The problem:
Show, in full, each line of the data that contains "entries".

Source material:
▼
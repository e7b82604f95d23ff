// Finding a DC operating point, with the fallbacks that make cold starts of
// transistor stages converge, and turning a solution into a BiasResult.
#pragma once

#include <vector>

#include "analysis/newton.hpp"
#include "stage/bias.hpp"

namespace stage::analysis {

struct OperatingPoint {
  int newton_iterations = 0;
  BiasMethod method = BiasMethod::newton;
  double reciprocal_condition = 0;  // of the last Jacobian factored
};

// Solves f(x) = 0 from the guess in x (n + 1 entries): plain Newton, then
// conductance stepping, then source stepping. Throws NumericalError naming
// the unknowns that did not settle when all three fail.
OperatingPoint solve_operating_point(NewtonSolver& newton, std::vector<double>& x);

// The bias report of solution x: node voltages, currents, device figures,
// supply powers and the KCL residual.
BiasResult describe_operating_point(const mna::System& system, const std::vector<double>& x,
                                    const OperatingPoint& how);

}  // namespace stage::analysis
▲
▼
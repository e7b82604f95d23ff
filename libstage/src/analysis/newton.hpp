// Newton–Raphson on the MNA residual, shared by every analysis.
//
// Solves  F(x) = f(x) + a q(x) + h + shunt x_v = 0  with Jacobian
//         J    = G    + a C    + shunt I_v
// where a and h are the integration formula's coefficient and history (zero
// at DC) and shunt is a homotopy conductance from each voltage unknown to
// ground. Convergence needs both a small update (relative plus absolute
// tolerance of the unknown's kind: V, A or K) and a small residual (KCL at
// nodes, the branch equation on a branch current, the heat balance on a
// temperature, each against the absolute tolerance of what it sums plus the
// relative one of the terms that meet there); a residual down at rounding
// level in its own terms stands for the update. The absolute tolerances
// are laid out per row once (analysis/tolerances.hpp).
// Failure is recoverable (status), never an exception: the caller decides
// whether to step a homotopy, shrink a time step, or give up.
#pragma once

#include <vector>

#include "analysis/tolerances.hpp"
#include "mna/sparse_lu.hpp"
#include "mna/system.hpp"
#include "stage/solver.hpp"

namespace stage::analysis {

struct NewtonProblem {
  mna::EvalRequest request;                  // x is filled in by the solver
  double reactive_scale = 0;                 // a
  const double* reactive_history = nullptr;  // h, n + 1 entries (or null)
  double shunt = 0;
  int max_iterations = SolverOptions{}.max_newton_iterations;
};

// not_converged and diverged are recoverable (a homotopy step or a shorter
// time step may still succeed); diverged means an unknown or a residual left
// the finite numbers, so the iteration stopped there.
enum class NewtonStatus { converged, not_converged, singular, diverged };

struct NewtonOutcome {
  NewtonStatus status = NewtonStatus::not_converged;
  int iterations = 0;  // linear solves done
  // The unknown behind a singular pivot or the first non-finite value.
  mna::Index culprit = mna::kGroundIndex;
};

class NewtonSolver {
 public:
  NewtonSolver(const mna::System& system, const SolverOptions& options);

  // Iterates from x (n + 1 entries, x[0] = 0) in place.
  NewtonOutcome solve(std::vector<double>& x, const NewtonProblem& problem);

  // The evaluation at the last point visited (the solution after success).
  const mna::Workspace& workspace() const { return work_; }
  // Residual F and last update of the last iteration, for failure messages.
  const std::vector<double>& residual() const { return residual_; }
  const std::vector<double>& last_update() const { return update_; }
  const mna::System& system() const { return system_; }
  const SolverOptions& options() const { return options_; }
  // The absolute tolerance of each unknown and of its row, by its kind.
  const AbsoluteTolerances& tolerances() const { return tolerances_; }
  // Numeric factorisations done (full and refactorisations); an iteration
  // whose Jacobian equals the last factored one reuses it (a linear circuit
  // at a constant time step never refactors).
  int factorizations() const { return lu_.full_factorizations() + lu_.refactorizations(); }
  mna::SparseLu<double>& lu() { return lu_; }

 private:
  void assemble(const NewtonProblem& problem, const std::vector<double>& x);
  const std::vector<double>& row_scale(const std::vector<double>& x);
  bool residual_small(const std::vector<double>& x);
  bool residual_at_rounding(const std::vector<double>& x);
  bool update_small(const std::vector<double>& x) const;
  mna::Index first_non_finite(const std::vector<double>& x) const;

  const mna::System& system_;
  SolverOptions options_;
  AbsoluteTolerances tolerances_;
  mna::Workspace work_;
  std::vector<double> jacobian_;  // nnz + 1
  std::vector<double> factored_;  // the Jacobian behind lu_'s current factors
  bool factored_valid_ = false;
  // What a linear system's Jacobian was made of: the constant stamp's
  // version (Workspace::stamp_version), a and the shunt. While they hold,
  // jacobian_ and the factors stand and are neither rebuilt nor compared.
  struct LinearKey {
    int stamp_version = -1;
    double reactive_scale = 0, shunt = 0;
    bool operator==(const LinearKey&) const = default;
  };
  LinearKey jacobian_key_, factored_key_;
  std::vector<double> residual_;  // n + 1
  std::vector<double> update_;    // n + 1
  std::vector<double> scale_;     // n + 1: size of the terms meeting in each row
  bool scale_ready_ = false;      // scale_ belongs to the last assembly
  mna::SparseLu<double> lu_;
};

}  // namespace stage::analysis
▲
▼
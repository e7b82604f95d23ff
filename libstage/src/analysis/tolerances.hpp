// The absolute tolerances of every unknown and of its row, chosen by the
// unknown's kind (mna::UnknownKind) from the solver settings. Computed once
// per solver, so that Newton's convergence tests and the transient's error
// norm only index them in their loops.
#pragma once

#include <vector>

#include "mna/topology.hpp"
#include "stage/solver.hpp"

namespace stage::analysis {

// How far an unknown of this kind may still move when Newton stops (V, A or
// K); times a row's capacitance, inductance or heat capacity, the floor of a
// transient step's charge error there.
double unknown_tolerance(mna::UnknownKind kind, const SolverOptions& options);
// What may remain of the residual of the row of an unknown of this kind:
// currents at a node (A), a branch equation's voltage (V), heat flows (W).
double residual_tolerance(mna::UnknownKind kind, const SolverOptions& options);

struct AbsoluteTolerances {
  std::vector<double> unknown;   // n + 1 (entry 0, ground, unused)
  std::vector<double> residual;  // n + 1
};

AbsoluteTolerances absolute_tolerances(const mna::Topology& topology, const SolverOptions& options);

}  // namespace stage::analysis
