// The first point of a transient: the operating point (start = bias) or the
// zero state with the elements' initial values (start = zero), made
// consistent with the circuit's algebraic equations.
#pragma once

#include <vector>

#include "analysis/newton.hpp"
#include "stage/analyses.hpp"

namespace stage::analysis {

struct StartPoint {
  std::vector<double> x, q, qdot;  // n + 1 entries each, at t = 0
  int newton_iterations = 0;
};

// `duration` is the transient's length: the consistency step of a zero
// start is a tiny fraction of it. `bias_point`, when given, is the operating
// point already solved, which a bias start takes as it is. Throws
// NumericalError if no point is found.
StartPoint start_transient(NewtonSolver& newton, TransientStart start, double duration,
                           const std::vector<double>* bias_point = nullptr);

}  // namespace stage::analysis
▲
Result for this exercise:
// Solves f(x) = 0 from the guess in x (n + 1 entries): plain Newton, then
  const double* reactive_history = nullptr;  // h, n + 1 entries (or null)
  // Iterates from x (n + 1 entries, x[0] = 0) in place.
  std::vector<double> x, q, qdot;  // n + 1 entries each, at t = 0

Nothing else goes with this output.